米ドル/円は先週、111円割れ寸前まで一段と反落が広がりました。なぜ米ドル安が続いたか、それは今週もさらに続くかについて、今回は考えてみたいと思います。
米ドル/円反落の一因は、米ドル買われ過ぎ、円売られ過ぎの反動でしょう。CFTC統計によると、投機筋の円売り越し(米ドル買い越し)は、先週にかけて12万枚以上に拡大し、2014年1月以来の大幅となりました≪資料1参照≫。このように行き過ぎた米ドル買い・円売りの反動が入って、米ドル安・円高をもたらしていると考えられます。
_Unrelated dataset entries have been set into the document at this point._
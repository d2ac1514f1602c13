"""Union-find with the elder rule over a voxel grid: dimension 0, and dimension d-1 by duality.

One sweep visits the voxels in value order and joins each one to its neighbours that were
already visited; when two components meet, the younger one dies (elder rule) and, unless
it was born at the very value it dies at, leaves a persistence pair. The same sweep, run
the other way over the other construction's neighbourhood with the outside of the image
as one extra node, gives dimension d-1 (loops in 2D, cavities in 3D).

A sweep runs in two passes. :func:`link_regular_voxels` streams over the image in memory
order and links every voxel whose earlier neighbours are already connected to each other
inside its 3x3x3 cube (it cannot merge anything); :func:`sweep` then visits only the
other voxels, sorted, and does the merging. The result is that of visiting every voxel in
order, which :func:`sweep_reference` does in plain Python for the tests.

Order of the sweep and tie rule
-------------------------------
Voxels are ranked by ``(value, C-order flat index)``. An *ascending* sweep visits ranks
upwards, a *descending* sweep downwards. The elder of two components is the one whose
oldest voxel was visited first; each component is represented by that voxel (its root).
So among equal values the smaller flat index is elder in an ascending sweep and the larger
one in a descending sweep. The diagram's values do not depend on this rule (only which of
several equal-valued voxels is reported as a location does).

Which sweep gives what
----------------------
For a sublevel filtration of ``f`` (superlevel: swap "ascending" and "descending"):

=====================  ============  ==========  =======  ====================================
pairs                  neighbourhood  sweep       outside  pair (birth, death) from a merge
=====================  ============  ==========  =======  ====================================
dim 0, voxel constr.   corners (8/26) ascending  no       (f[root], f[v])
dim 0, vertex constr.  faces (4/6)    ascending  no       (f[root], f[v])
dim d-1, voxel constr. faces (4/6)    descending yes      (f[v], f[root])
dim d-1, vertex constr corners (8/26) descending yes      (f[v], f[root])
=====================  ============  ==========  =======  ====================================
□資料1=CFTC統計の円ポジション(2012年-)
出所:CFTC統計より作成
それにしても、そのような米ドル売り・円買いのきっかけになっているのは、米長期金利低下に伴う日米長期金利差の米ドル優位縮小でしょう。依然として、米ドル/円と日米10年債利回り差は高い相関関係が続いています≪資料2参照≫。その中で、金利差米ドル優位が縮小すると、行き過ぎた米ドル買いの反動で、米ドルが売られやすくなっていると考えられます。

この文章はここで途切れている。